Hardware and Software Requirements

Contributors netapp-dorianh kevin-hoke Download PDF of this page

This section covers the technology requirements for the ONTAP AI solution.

Hardware Requirements

Although hardware requirements depend on specific customer workloads, ONTAP AI can be deployed at any scale for data engineering, model training, and production inferencing from a single GPU up to rack-scale configurations for large-scale ML/DL operations. For more information about ONTAP AI, see the ONTAP AI website.

This solution was validated using a DGX-1 system for compute, a NetApp AFF A800 storage system, and Cisco Nexus 3232C for network connectivity. The AFF A800 used in this validation can support as many as 10 DGX-1 systems for most ML/DL workloads. The following figure shows the ONTAP AI topology used for model training in this validation.

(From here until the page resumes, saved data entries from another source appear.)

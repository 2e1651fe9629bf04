/**
 * The compare and physics pages in Chromium against the production server, like the editor-page
 * benchmark: navigation → usable, median of LOADS fresh pages after one warm-up load (a returning
 * user: the browser has the scripts cached, each page starts fresh). For each page the time to its
 * first 2-D view and the time to everything drawn are reported, with where the time went in the
 * median load: the HTML, the plot library's chunk (fetch and run), and the plots after it.
 *
 * - compare (two revisions of one drive map, empty on gravel): 2-D = the change table and both slip
 *   heat maps drawn; usable = that plus the difference heat map and the surfaces A and B drawn in WebGL.
 * - physics (the first demo program): usable = the traction table and the first plot drawn.
 */
import type { Browser, Page } from 'playwright-core'
import { launchChromium } from './browser'
import { figure, isMain, median, runStandalone, type BenchResult, type Figure } from './report'
import { signIn, startServer, type BenchServer } from './server'

const BENCH = 'plot-pages'
const LOADS = 5

/** What the page waits for: CSS selectors that must all match, each at least `count` times. */
interface Goal { name: string; all: { sel: string; count: number }[] }

interface Load { ms: Record<string, number>; htmlMs: number; plotChunk: { startMs: number; endMs: number; kB: number } | null }

/** Navigates in a fresh page and records, per goal, ms from navigation start until it is met. */
async function timeLoad(page: Page, url: string, goals: Goal[]): Promise<Load> {
  await page.goto(url, { waitUntil: 'commit' })
  const h = await page.waitForFunction((gs: Goal[]) => {
    const w = window as unknown as { __goals?: Record<string, number> }
    const met = (w.__goals ??= {})
    for (const g of gs) if (!(g.name in met) && g.all.every((c) => document.querySelectorAll(c.sel).length >= c.count)) met[g.name] = performance.now()
    if (gs.some((g) => !(g.name in met))) return null
    const nav = performance.getEntriesByType('navigation')[0] as PerformanceNavigationTiming | undefined
    const js = (performance.getEntriesByType('resource') as PerformanceResourceTiming[]).filter((e) => e.name.includes('.js'))
    // The plot library is by far the largest script the app loads.
    const big = js.sort((a, b) => (b.decodedBodySize || 0) - (a.decodedBodySize || 0))[0]
    return {
      ms: met,
      htmlMs: nav ? nav.responseEnd : NaN,
      plotChunk: big && big.decodedBodySize > 1_000_000 ? { startMs: big.startTime, endMs: big.responseEnd, kB: big.decodedBodySize / 1000 } : null,
    }
  }, goals, { polling: 'raf', timeout: 90_000 })
  return (await h.jsonValue()) as Load
}

async function measure(browser: Browser, baseUrl: string, cookies: { name: string; value: string }[], url: string, goals: Goal[]): Promise<Load[]> {
  const context = await browser.newContext({ baseURL: baseUrl, viewport: { width: 1400, height: 900 } })
  await context.addInitScript('globalThis.__name = (f) => f') // tsx keeps function names with a helper the page lacks
  await context.addCookies(cookies.map((c) => ({ ...c, domain: '127.0.0.1', path: '/' })))
  try {
    const warm = await context.newPage()
    await timeLoad(warm, url, goals) // warms the server's routes and the browser's cache
    await warm.close()
    const loads: Load[] = []
    for (let i = 0; i < LOADS; i++) {
      const p = await context.newPage()
      loads.push(await timeLoad(p, url, goals))
      await p.close()
    }
    return loads
  } finally {
    await context.close()
  }
}

/** The load whose last goal is the median one, with its breakdown as a note. */
function breakdown(loads: Load[], last: string): string {
  const sorted = [...loads].sort((a, b) => a.ms[last] - b.ms[last])
  const m = sorted[sorted.length >> 1]
  const chunk = m.plotChunk ? `plot chunk ${m.plotChunk.kB.toFixed(0)} kB fetched ${m.plotChunk.startMs.toFixed(0)}–${m.plotChunk.endMs.toFixed(0)} ms` : 'plot chunk not among the scripts'
  return `median load: HTML done at ${m.htmlMs.toFixed(0)} ms, ${chunk}, ` + Object.entries(m.ms).map(([k, v]) => `${k} at ${v.toFixed(0)} ms`).join(', ')
}

export async function runPlotPages(shared?: BenchServer): Promise<BenchResult> {
  const server = shared ?? (await startServer())
  let browser: Browser | null = null
  try {
    const { baseUrl } = server
    const { cookie, cookies } = await signIn(baseUrl)
    const maps = (await (await fetch(`${baseUrl}/api/maps`, { headers: { cookie } })).json()) as { maps: { id: number; kind: string; name: string; programId: number; latestNumber: number | null }[] }
    const pair = maps.maps.find((m) => m.kind === 'drive' && (m.latestNumber ?? 0) >= 3) ?? maps.maps.find((m) => m.kind === 'drive' && (m.latestNumber ?? 0) >= 2)
    if (!pair) throw new Error('no demo drive map with two revisions')
    const last = pair.latestNumber ?? 2
    browser = await launchChromium()

    const compareUrl = `/maps/compare?a=${pair.id}:${last - 1}&b=${pair.id}:${last}&loadCase=empty&surface=gravel`
    const twoD: Goal = { name: '2-D views', all: [{ sel: '[data-testid="change-table"] tbody tr', count: 1 }, { sel: '[data-testid="slip-heatmap-a"] .main-svg', count: 1 }, { sel: '[data-testid="slip-heatmap-b"] .main-svg', count: 1 }] }
    const surfaces: Goal = { name: 'surfaces', all: [{ sel: '[data-testid="compare-surfaces"] .js-plotly-plot .gl-container canvas', count: 2 }, { sel: '[data-testid="difference-heatmap"] .main-svg', count: 1 }] }
    const compare = await measure(browser, baseUrl, cookies, compareUrl, [twoD, surfaces])
    const compareAll = compare.map((l) => Math.max(l.ms[twoD.name], l.ms[surfaces.name]))

    const physicsUrl = `/programs/${pair.programId}/physics`
    const table: Goal = { name: 'traction table', all: [{ sel: '[data-testid="traction-table"] tbody tr', count: 1 }] }
    const plot: Goal = { name: 'first plot', all: [{ sel: '.js-plotly-plot .main-svg', count: 1 }] }
    const physics = await measure(browser, baseUrl, cookies, physicsUrl, [table, plot])
    const physicsAll = physics.map((l) => Math.max(l.ms[table.name], l.ms[plot.name]))

    const figures: Figure[] = [
      figure(BENCH, 'compare: navigation → change table and slip heat maps', median(compare.map((l) => l.ms[twoD.name])), 'ms', undefined, `median of ${LOADS}`),
      figure(BENCH, 'compare: navigation → both surfaces, the difference and the slip maps', median(compareAll), 'ms', { op: '<=', limit: 1500 }, `median of ${LOADS}`),
      figure(BENCH, 'physics: navigation → traction table', median(physics.map((l) => l.ms[table.name])), 'ms', undefined, `median of ${LOADS}`),
      figure(BENCH, 'physics: navigation → traction table and first plot', median(physicsAll), 'ms', { op: '<=', limit: 1000 }, `median of ${LOADS}`),
    ]
    return {
      bench: BENCH,
      figures,
      notes: [
        `compare ${compareUrl}: ${breakdown(compare, surfaces.name)}`,
        `physics ${physicsUrl}: ${breakdown(physics, plot.name)}`,
        'Chromium headless with --disable-gpu: the 3-D surfaces are drawn by software WebGL',
      ],
    }
  } finally {
    await browser?.close()
    if (!shared) await server.stop()
  }
}

if (isMain(import.meta.url)) void runStandalone(BENCH, () => runPlotPages())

Error: Missing Graphic Image

To extend this solution to a public cloud, Cloud Volumes ONTAP can be deployed alongside cloud GPU compute resources and integrated into a hybrid cloud data fabric that enables customers to use whatever resources are appropriate for any given workload.

Software Requirements

The following table shows the specific software versions used in this solution validation.

Component Version

Ubuntu

18.04.4 LTS

NVIDIA DGX OS

4.4.0

NVIDIA DeepOps

20.02.1

Kubernetes

1.15

Helm

3.1.0

cnvrg.io

3.0.0

NetApp ONTAP

9.6P4

For this solution validation, Kubernetes was deployed as a single-node cluster on the DGX-1 system. For large-scale deployments, independent Kubernetes master nodes should be deployed to provide high availability of management services as well as reserve valuable DGX resources for ML and DL workloads.